1.1 Byte Pair Encoding (BPE)

Out of vocabulary : When a word that’s not in the training set occurs in real data, this causes a OOV problem.
BPE : is a simple form of data compression algorithm in which the most common pair of consecutive bytes of data is replaced with a byte that does not occur in that data.
- Ex) Suppose we have data aaabdaaabac which needs to be encoded (compressed).
  - The byte pair aa occurs most often, so we will replace it with Z as Z does not occur in our data. So we now have ZabdZabac where Z = aa.
  - The next common byte pair is ab so let’s replace it with Y. We now have ZYdZYac where Z = aa and Y = ab.
  - We can use recursive byte pair encoding to encode ZY as X. Our data has now transformed into XdXac where X = ZY, Y = ab, and Z = aa.

1.2 Word Piece Tokenization

Word Piece Tokenization : is similar to BPE in that it recognizes frequently occurring strings as tokens. However, the criterion for merging was frequency in BPE, Wordpiece proceeds merging by likelihood.
- Ex) Jet makers feud over seat width with big orders at stake => Word Piece Tokenization =>_J et _makers _fe ud _over _seat _width _with _big _orders _at _stake
  - "_" is space for input sentence
  - " " for separate tokens

1.3 SentencePiece

SentencePiece : an open-source subword tokenizer by Google that operates directly on the raw input stream — no pre-tokenization (no language-specific word splitting) is required. This makes it language-agnostic and especially well-suited to Korean, Japanese, and Chinese where word boundaries are not marked by spaces.
- Spaces are preserved by replacing them with the meta character ▁ (U+2581) before encoding, so detokenization is lossless: a simple replace of ▁ with " " recovers the original text.
- Supports two training algorithms:
  - BPE : same merge-by-frequency rule as section 1.1.
  - Unigram LM (default) : starts from a large seed vocabulary and iteratively prunes pieces that least hurt the corpus likelihood under a unigram model. Produces a probabilistic vocabulary that can sample multiple segmentations of the same input (useful for subword regularization).
- Used by T5, ALBERT, mBART, XLNet, and most multilingual transformers.
- Ex) Hello world → ▁He llo ▁world (each token may start with ▁ to mark a leading space).
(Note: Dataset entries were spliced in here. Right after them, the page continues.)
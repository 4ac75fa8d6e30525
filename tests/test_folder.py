"""The result folder: whole or not there, never in the way of anything else."""

from __future__ import annotations

import errno
import json
import os
from pathlib import Path

import numpy as np
import pytest
import pyvista

from tests.synthetic import core_shell_result
from wiresolve.describe import wirefile
from wiresolve.errors import InputError
from wiresolve.output import figures, folder, tables, vtk
from wiresolve.output.measured import Measured
from wiresolve.output.target import check_target, writing
from wiresolve.output.writing import write


def names(path: Path) -> list[str]:
    return sorted(p.name for p in path.iterdir())


def test_a_result_folder_holds_everything(tmp_path: Path) -> None:
    result = core_shell_result(3)
    target = write(result, tmp_path / "new" / "deep" / "wire")
    assert target == (tmp_path / "new" / "deep" / "wire").resolve()
    assert names(target) == ["figures", "input.toml", "modes.vtu", "result.json", "subbands.csv"]
    assert len(names(target / "figures")) == 3 * len(figures.drawable(result))
    assert names(target.parent) == ["wire"]
    assert json.loads((target / "result.json").read_text())["status"] == "done"
    assert pyvista.read(target / "modes.vtu").n_cells == len(result.mesh.cells)
    assert wirefile.read(target / "input.toml").digest == result.problem.digest


def test_two_runs_write_the_same_bytes(tmp_path: Path) -> None:
    for name in ("a", "b"):
        write(core_shell_result(3), tmp_path / name)
    files = [p.relative_to(tmp_path / "a") for p in (tmp_path / "a").rglob("*") if p.is_file()]
    assert len(files) == 4 + 3 * len(figures.drawable(core_shell_result(3)))
    for file in files:
        assert (tmp_path / "a" / file).read_bytes() == (tmp_path / "b" / file).read_bytes(), file


def test_an_old_result_is_replaced_only_when_told(tmp_path: Path) -> None:
    target = tmp_path / "wire"
    write(core_shell_result(1), target, figures=False)
    old = (target / "result.json").read_bytes()
    with pytest.raises(InputError, match=r"folder: exists already.*pass replace=True"):
        write(core_shell_result(2), target, figures=False)
    assert (target / "result.json").read_bytes() == old
    write(core_shell_result(2), target, replace=True, figures=False)
    assert len(json.loads((target / "result.json").read_text())["subbands"]) == 2
    assert names(tmp_path) == ["wire"]


def test_what_is_no_result_is_never_replaced(tmp_path: Path) -> None:
    precious = tmp_path / "thesis"
    precious.mkdir()
    (precious / "chapter.txt").write_text("years of work")
    with pytest.raises(InputError, match="holds no result"):
        write(core_shell_result(1), precious, replace=True)
    with pytest.raises(InputError, match="is a file"):
        write(core_shell_result(1), precious / "chapter.txt", replace=True)
    with pytest.raises(InputError, match="is a file"):
        write(core_shell_result(1), precious / "chapter.txt" / "wire")
    assert (precious / "chapter.txt").read_text() == "years of work"
    assert names(tmp_path) == ["thesis"]
    (tmp_path / "empty").mkdir()
    write(core_shell_result(1), tmp_path / "empty", replace=True, figures=False)
    assert "result.json" in names(tmp_path / "empty")


@pytest.mark.parametrize("code", [errno.ENOSPC, errno.EDQUOT, errno.EROFS, errno.EIO])
@pytest.mark.parametrize("where", ["write_json", "write_modes", "save_all", "mkdir", "replace"])
def test_a_disk_that_refuses_leaves_nothing(
    tmp_path: Path, monkeypatch: pytest.MonkeyPatch, where: str, code: int
) -> None:
    result = core_shell_result(1)
    write(core_shell_result(2), tmp_path / "old", figures=False)
    old = (tmp_path / "old" / "result.json").read_bytes()

    def refuse(*_: object, **__: object) -> None:
        raise OSError(code, os.strerror(code))

    home = {"write_json": tables, "write_modes": vtk, "save_all": figures, "mkdir": Path, "replace": os}[where]
    monkeypatch.setattr(home, where, refuse)
    for target, replace in ((tmp_path / "deep" / "new", False), (tmp_path / "old", True)):
        with pytest.raises(InputError) as caught:
            write(result, target, replace=replace, figures=where == "save_all")
        full = code in (errno.ENOSPC, errno.EDQUOT)
        assert ("disk is full" if full else os.strerror(code)) in str(caught.value)
        assert "\n" not in str(caught.value)
    monkeypatch.undo()
    assert names(tmp_path) == ["old"]
    assert (tmp_path / "old" / "result.json").read_bytes() == old


@pytest.mark.parametrize("stop", [KeyboardInterrupt, SystemExit, RuntimeError])
def test_a_stopped_write_leaves_nothing(
    tmp_path: Path, monkeypatch: pytest.MonkeyPatch, stop: type[BaseException]
) -> None:
    write(core_shell_result(2), tmp_path / "old", figures=False)
    old = (tmp_path / "old" / "result.json").read_bytes()

    def interrupt(*_: object, **__: object) -> None:
        raise stop

    monkeypatch.setattr(figures, "save_all", interrupt)
    for target, replace in ((tmp_path / "new", False), (tmp_path / "old", True)):
        with pytest.raises(stop):
            write(core_shell_result(1), target, replace=replace)
    assert names(tmp_path) == ["old"]
    assert (tmp_path / "old" / "result.json").read_bytes() == old


def test_the_old_result_comes_back_when_the_new_one_cannot_be_renamed(
    tmp_path: Path, monkeypatch: pytest.MonkeyPatch
) -> None:
    target = tmp_path / "wire"
    write(core_shell_result(1), target, figures=False)
    rename, calls = os.replace, []

    def second_fails(source: Path, to: Path) -> None:
        calls.append(to)
        if len(calls) == 2:
            raise OSError(errno.EIO, "input/output error")
        rename(source, to)

    monkeypatch.setattr(os, "replace", second_fails)
    with pytest.raises(InputError):
        write(core_shell_result(2), target, replace=True, figures=False)
    assert len(calls) == 3
    assert names(tmp_path) == ["wire"]
    assert len(json.loads((target / "result.json").read_text())["subbands"]) == 1


def keep_own(target: Path) -> dict[str, str]:
    """Put a user's own files beside a result, among its figures too."""
    own = {"notes.txt": "mine", "scripts/fit.py": "mine too", "figures/poster.png": "drawn by hand", ".hidden": ""}
    for name, text in own.items():
        (target / name).parent.mkdir(exist_ok=True)
        (target / name).write_text(text)
    return own


@pytest.mark.parametrize("drawn", [True, False])
def test_a_users_own_files_outlive_the_result(tmp_path: Path, drawn: bool) -> None:
    assert set(folder.DRAWN) == set(figures.FIGURES)
    target = tmp_path / "wire"
    write(core_shell_result(1), target)
    own = keep_own(target)
    write(core_shell_result(2), target, replace=True, figures=drawn)
    assert {name: (target / name).read_text() for name in own} == own
    assert len(json.loads((target / "result.json").read_text())["subbands"]) == 2
    assert len(names(target / "figures")) == 1 + 3 * len(figures.drawable(core_shell_result(2))) * drawn
    assert names(tmp_path) == ["wire"]


@pytest.mark.parametrize("failing", range(1, 7))
@pytest.mark.parametrize("fault", [OSError(errno.EIO, "input/output error"), KeyboardInterrupt()])
def test_a_users_own_files_outlive_a_failure(
    tmp_path: Path, monkeypatch: pytest.MonkeyPatch, failing: int, fault: BaseException
) -> None:
    target = tmp_path / "wire"
    write(core_shell_result(1), target, figures=False)
    own = keep_own(target)
    rename, calls = os.replace, []

    def one_fails(source: Path, to: Path) -> None:
        calls.append(to)
        if len(calls) == failing:
            raise fault
        rename(source, to)

    monkeypatch.setattr(os, "replace", one_fails)
    # Two renames of folders, and one for each of four entries.
    with pytest.raises(InputError if isinstance(fault, OSError) else KeyboardInterrupt):
        write(core_shell_result(2), target, replace=True, figures=False)
    assert {name: (target / name).read_text() for name in own} == own
    assert len(json.loads((target / "result.json").read_text())["subbands"]) == 1
    assert names(tmp_path) == ["wire"]


def test_looking_at_a_target_leaves_no_trace(tmp_path: Path) -> None:
    check_target(tmp_path / "a" / "b", replace=False, contents=folder.SOLVED)
    assert names(tmp_path) == []
    with pytest.raises(InputError, match="cannot be written"):
        check_target(tmp_path / ("x" * 300), replace=False, contents=folder.SOLVED)
    assert names(tmp_path) == []


def test_one_file_is_renamed_into_place(tmp_path: Path) -> None:
    with writing(tmp_path / "a" / "mesh.vtu", "--out") as fresh:
        fresh.write_text("whole")
    assert (tmp_path / "a" / "mesh.vtu").read_text() == "whole"
    assert names(tmp_path / "a") == ["mesh.vtu"]


def test_half_a_file_is_removed(tmp_path: Path) -> None:
    def write_half() -> None:
        with writing(tmp_path / "b" / "mesh.vtu", "--out") as fresh:
            fresh.write_text("half")
            raise KeyboardInterrupt

    with pytest.raises(KeyboardInterrupt):
        write_half()
    assert names(tmp_path) == []


def test_files_of_ones_own_among_what_may_be_asked_for_stay(tmp_path: Path) -> None:
    """Measured points under the natural name, and notes in the folder of a series; what is out of date goes."""
    target = tmp_path / "wire"
    points = Measured("fermi_level_eV", np.array([0.1]), np.array([1.0]))
    write(core_shell_result(1), target, figures=False, measured=points)
    own = {"measured.csv": "raw", "along_axis/mine.txt": "a note"}
    (target / "along_axis").mkdir()
    for name in (*own, "along_axis/k_0001.vtu", "volume.vtu"):
        (target / name).write_text(own.get(name, "out of date"))
    write(core_shell_result(2), target, replace=True, figures=False)
    assert {name: (target / name).read_text() for name in own} == own
    assert not (target / "along_axis" / "k_0001.vtu").exists() and not (target / "volume.vtu").exists()
    assert not (target / "inputs").exists()
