def test_every_default_is_written_out() -> None:
    text = """
title = "thin"
[section]
shape = "rectangle"
width = "10 nm"
height = "9 nm"
material = "own"
[[section.layers]]
thickness = "2 nm"
material = "own"
[[section.patches]]
shape = "circle"
diameter = "3 nm"
material = "own"
[materials.own]
electron_mass = 0.05
[carriers]
temperature = "4.2 K"
"""
    written = tomllib.loads(wirefile.dump(wirefile.parse(text)))
    part = {"carriers": "admitted", "offset": "0.0 eV"}
    section = written["section"]
    (layer,), (patch,) = section.pop("layers"), section.pop("patches")
    corners = {"corner_radius": "0.0 nm", "rotation": "0.0 deg"}
    rectangle = {"shape": "rectangle", "width": "10.0 nm", "height": "9.0 nm", "material": "own"}
    around = {"outside": "hard wall", "lattice_temperature": "4.2 K"}
    assert section == rectangle | corners | part | around
    assert layer == {"thickness": "2.0 nm", "material": "own"} | part
    assert patch == {"shape": "circle", "diameter": "3.0 nm", "center": ["0.0 nm", "0.0 nm"], "material": "own"} | part
    assert written["carriers"] == {"kind": "electrons", "temperature": ["4.2 K"], "model": "nonparabolic"}
    assert written["accuracy"] == {"subbands": 10, "energy": "0.0001 eV"}
    assert written["materials"]["own"] == {"electron_mass": 0.05, "valley_degeneracy": 1}


def test_equal_problems_have_equal_digests() -> None:
    plus, minus = (Problem("a", Section(Circle(10), GAAS, offset_eV=zero), COLD) for zero in (0.0, -0.0))
    assert plus == minus
    assert plus.digest == minus.digest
2. Lemmatization and Stemming

Lemmatization : Reduces the vocabulary size by mapping words in different surface forms to their canonical root (lemma). e.g. the lemma of “am”, “are”, “is” is “be”.
Stemming : Cuts off word endings according to a fixed set of rules (rule-based). The most well-known is the Porter algorithm, available as nltk.stem.PorterStemmer.

3. Stopword

Stopword : Frequently occurring words (e.g. “I”, “my”, “me”, “the”, “a”) that contribute little to semantic analysis and are typically removed. You can also define a custom list.

from nltk.corpus import stopwords
print(stopwords.words('english')[:10]) # >> ['i', 'me', 'my', 'myself' ...

4. Regular Expression

Regular Expression : A pattern syntax used to describe strings that follow specific rules.
In Python, regular expressions are available through the re module, as shown below.

import re
text = """100 John  PROF
                    101 James STUD
                    102 Mac   STUD"""
# '\s' matches whitespace; '+' means one or more occurrences.
re.split('\s+', text) # >> ['100', 'John', 'PROF', '101', 'James', 'STUD'..
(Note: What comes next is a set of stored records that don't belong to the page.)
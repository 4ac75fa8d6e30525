"""Meshes: sound cells in hard places, errors that say what is wrong, no session left behind."""

from __future__ import annotations

from pathlib import Path

import gmsh
import numpy as np
import pytest

from wiresolve.describe.section import Layer, Patch, Piece, Section
from wiresolve.describe.shapes import Circle, Ellipse, Hexagon, Polygon, Rectangle
from wiresolve.describe.wirefile import parse, read
from wiresolve.errors import InputError, MeshError
from wiresolve.fem import meshing
from wiresolve.fem.corners import exponents, gradings, singular_corners
from wiresolve.fem.mesh import folded
from wiresolve.fem.meshing import Mesher, SizeField
from wiresolve.fem.space import Space
from wiresolve.physics.subbands import certify
from wiresolve.physics.wire import Wire

GEOMETRIES = sorted((Path(__file__).parents[1] / "geometries").glob("*.toml"))
EYE = [np.eye(2)] * 9


def area(section: Section, size: float) -> dict[str, float]:
    """Area of each region of the mesh, by quadrature over all its cells."""
    with Mesher(section.pieces()) as mesher:
        mesh, _ = mesher.mesh(SizeField(size))
    assert not folded(mesh).any()
    space = Space(mesh)
    by_cell = space.quadrature_weights.sum(axis=1)
    region = mesh.region[space.cells]
    return {r.name: float(by_cell[region == i].sum()) for i, r in enumerate(mesh.regions)}


@pytest.mark.parametrize("path", GEOMETRIES, ids=[p.stem for p in GEOMETRIES])
def test_every_geometry_has_sound_cells_of_the_drawn_area(path: Path) -> None:
    section = read(path).section
    with Mesher(section.pieces()) as mesher:
        for mesh in mesher.mesh(SizeField(mesher.extent_nm / 8)):
            assert not folded(mesh).any()
            assert len(np.unique(mesh.cells)) == len(mesh.points)


@pytest.mark.parametrize("thickness", [0.2, 0.6, 2.0])
def test_thin_shells_do_not_fold(thickness: float) -> None:
    """A thin ring on coarse cells: pi ((R + t)^2 - R^2)."""
    found = area(Section(Circle(diameter_nm=30), "a", layers=(Layer(thickness, "b"),)), 20.0)
    assert found["layer 1"] == pytest.approx(np.pi * ((15 + thickness) ** 2 - 225), rel=1e-7)
    assert found["core"] == pytest.approx(np.pi * 225, rel=1e-7)


def test_patches_share_their_edges() -> None:
    """Later patches over earlier ones, one across the boundary, one hole: areas in closed form."""
    section = Section(
        Rectangle(width_nm=20, height_nm=10),
        "a",
        patches=(
            Patch(Rectangle(width_nm=8, height_nm=6), "b", center_nm=(0, 6)),
            Patch(Rectangle(width_nm=4, height_nm=4), "c", center_nm=(0, 4)),
            Patch(Circle(diameter_nm=2), "void", center_nm=(-6, 0)),
        ),
    )
    found = area(section, 3.0)
    assert found == pytest.approx({"core": 200 - 16 - 4 - np.pi, "patch 1": 48 - 12, "patch 2": 16}, rel=1e-6)


def test_rotation_is_a_rotation() -> None:
    one, other = (
        area(Section(Ellipse(width_nm=18, height_nm=9, rotation_deg=angle), "a"), 3.0)["core"] for angle in (0, 37)
    )
    assert one == pytest.approx(other, rel=1e-8)
    assert one == pytest.approx(np.pi * 9 * 4.5, rel=1e-8)


def test_covered_carriers_are_an_error() -> None:
    """A patch that hides all that admits carriers."""
    cover = Patch(Circle(diameter_nm=12), "b", carriers="excluded")
    with pytest.raises(InputError, match="carriers"):
        Section(Circle(diameter_nm=10), "a", patches=(cover,))
    # What the description cannot see is seen once it is drawn.
    pieces = (*Section(Circle(diameter_nm=10), "a").pieces(), Piece("patch 1", cover.shape.loop(), "b", False, 0.0))
    with pytest.raises(InputError, match="nothing is left for carriers"), Mesher(pieces):
        pass


def test_cells_that_stay_folded_are_a_mesh_error(monkeypatch: pytest.MonkeyPatch) -> None:
    monkeypatch.setattr(meshing, "folded", lambda mesh: np.ones(len(mesh.cells), dtype=bool))
    with pytest.raises(MeshError, match="make it thicker"), Mesher(Section(Circle(diameter_nm=9), "a").pieces()) as m:
        m.mesh(SizeField(9.0))
    assert not gmsh.isInitialized()


def test_session_ends_whatever_happens() -> None:
    with pytest.raises(KeyboardInterrupt), Mesher(Section(Circle(diameter_nm=9), "a").pieces()):
        raise KeyboardInterrupt
    assert not gmsh.isInitialized()


def test_a_foreign_session_is_left_alone() -> None:
    """Somebody else's Gmsh session in the process is not touched; the error says what to do."""
    gmsh.initialize([], readConfigFiles=False, interruptible=False)
    try:
        with pytest.raises(MeshError, match=r"gmsh\.finalize"), Mesher(Section(Circle(diameter_nm=9), "a").pieces()):
            pass
        assert gmsh.isInitialized()
    finally:
        gmsh.finalize()


def test_exponents_of_walls_and_interfaces() -> None:
    """pi/angle at a wall; at an interface the root of an equation (R. B. Kellogg, Appl. Anal. 4, 101 (1975)).

    For a sector of angle w and inverse mass p in a plane of inverse mass q, the states even about its axis obey
    p tan(a w/2) = -q tan(a (2 pi - w)/2), the odd ones q tan(a w/2) = -p tan(a (2 pi - w)/2).
    """
    assert exponents([(1.5 * np.pi, 1.0)], closed=False)[0] == pytest.approx(2 / 3)
    for angle, p, q in ((2 * np.pi / 3, 1 / 0.023, 1 / 0.08), (np.pi / 2, 1.0, 10.0), (np.pi / 2, 10.0, 1.0)):
        lowest = exponents([(angle, p), (2 * np.pi - angle, q)], closed=True)[0]
        rest = 2 * np.pi - angle
        even = p * np.sin(lowest * angle / 2) * np.cos(lowest * rest / 2) + q * np.cos(lowest * angle / 2) * np.sin(
            lowest * rest / 2
        )
        odd = q * np.sin(lowest * angle / 2) * np.cos(lowest * rest / 2) + p * np.cos(lowest * angle / 2) * np.sin(
            lowest * rest / 2
        )
        assert min(abs(even), abs(odd)) < 1e-8 * max(p, q)
        assert 0.4 < lowest < 1


def test_which_corners_are_graded() -> None:
    """Re-entrant and 120-degree corners are, right angles and smooth joints are not.

    Under the inverse mass [[2, 1], [1, 2]] right angles count as 120 and 60 degrees in turn: two are graded.
    """
    sections = {
        "hexagon": (Section(Hexagon(across_flats_nm=10), "a"), EYE, 6),
        "rectangle": (Section(Rectangle(width_nm=10, height_nm=6), "a"), EYE, 0),
        "rounded": (Section(Rectangle(width_nm=10, height_nm=6, corner_radius_nm=1), "a"), EYE, 0),
        "circle": (Section(Circle(diameter_nm=10), "a", layers=(Layer(3, "b"),)), EYE, 0),
        "L": (
            Section(Polygon(points_nm=((0, 0), (9, 0), (9, 9), (-9, 9), (-9, -9), (0, -9))), "a"),
            EYE,
            1,
        ),
        "skew": (Section(Rectangle(width_nm=10, height_nm=6), "a"), [np.array([[2.0, 1.0], [1.0, 2.0]])], 2),
    }
    for name, (section, inverse_mass, count) in sections.items():
        with Mesher(section.pieces()) as mesher:
            mesh, _ = mesher.mesh(SizeField(3.0))
        assert len(singular_corners(mesh, inverse_mass)) == count, name
    skew = singular_corners(mesh, inverse_mass)
    assert [corner.exponent for corner in skew] == pytest.approx([1.5, 1.5])
    assert gradings(skew, 3.0, 4.0, 0.1)[0].smallest_nm >= 0.3 - 1e-12


@pytest.mark.parametrize("accuracy", ["1 meV", "0.1 meV"])
def test_no_cell_of_a_thin_shell_is_turned_over_at_a_corner(accuracy: str) -> None:
    """A cell with two edges on the shell's walls may turn over beside a vertex only, where a lattice does not look."""
    text = f"""
[section]
shape = "circle"
diameter = "16 nm"
material = "a"
layers = [{{thickness = "0.6 nm", material = "b"}}]
[materials]
a = {{electron_mass = 0.05, conduction_edge = "0 eV"}}
b = {{electron_mass = 0.09, conduction_edge = "0.3 eV"}}
[carriers]
temperature = "77 K"
[accuracy]
subbands = 8
energy = "{accuracy}"
"""
    wire = Wire(parse(text, Path()))
    found = certify(wire.draw, wire.channels, 8, wire.problem.accuracy.energy_eV)
    assert found.met
    for space in (found.space, found.solved[0].enriched.space):
        assert space.quadrature_weights.min() > 0


def test_a_field_of_small_round_patches_is_counted() -> None:
    """63 patches: one cell turned over gives a mass or stiffness below zero, and the count a state that is none."""
    patches = tuple(Patch(Circle(diameter_nm=2.0), "b", (4.0 * i, 4.0 * j)) for i in range(-4, 5) for j in range(-3, 4))
    section = Section(Rectangle(width_nm=40.0, height_nm=30.0), "a", patches=patches)
    with Mesher(section.pieces()) as mesher:
        for size in (2.5, 1.6):
            for mesh in mesher.mesh(SizeField(size, turn_cells=10)):
                assert Space(mesh).quadrature_weights.min() > 0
RegexpTokenizer : Regex-based tokenization is also possible via nltk.tokenize.RegexpTokenizer or pyspark.ml.feature.RegexTokenizer.

from nltk.tokenize import RegexpTokenizer
tokenizer=RegexpTokenizer("[\s]+", gaps=True)
print(tokenizer.tokenize("Don't be fooled by the dark sounding name")
# >> ["Don't", 'be', 'fooled', 'by', 'the', 'dark', ...

5. Text Preprocessing Tools for Korean Text

PyKoSpacing (pykospacing) : Package for correcting Korean word spacing.
Py-Hanspell (hanspell) : Package for Korean spell-checking.
SOYNLP (soynlp) : POS tagging and unsupervised word tokenization — useful for neologisms and out-of-dictionary words not registered in a morphological analyzer.
Customized KoNLPy : Lets you use KoNLPy with user-defined words added to the morphological analyzer.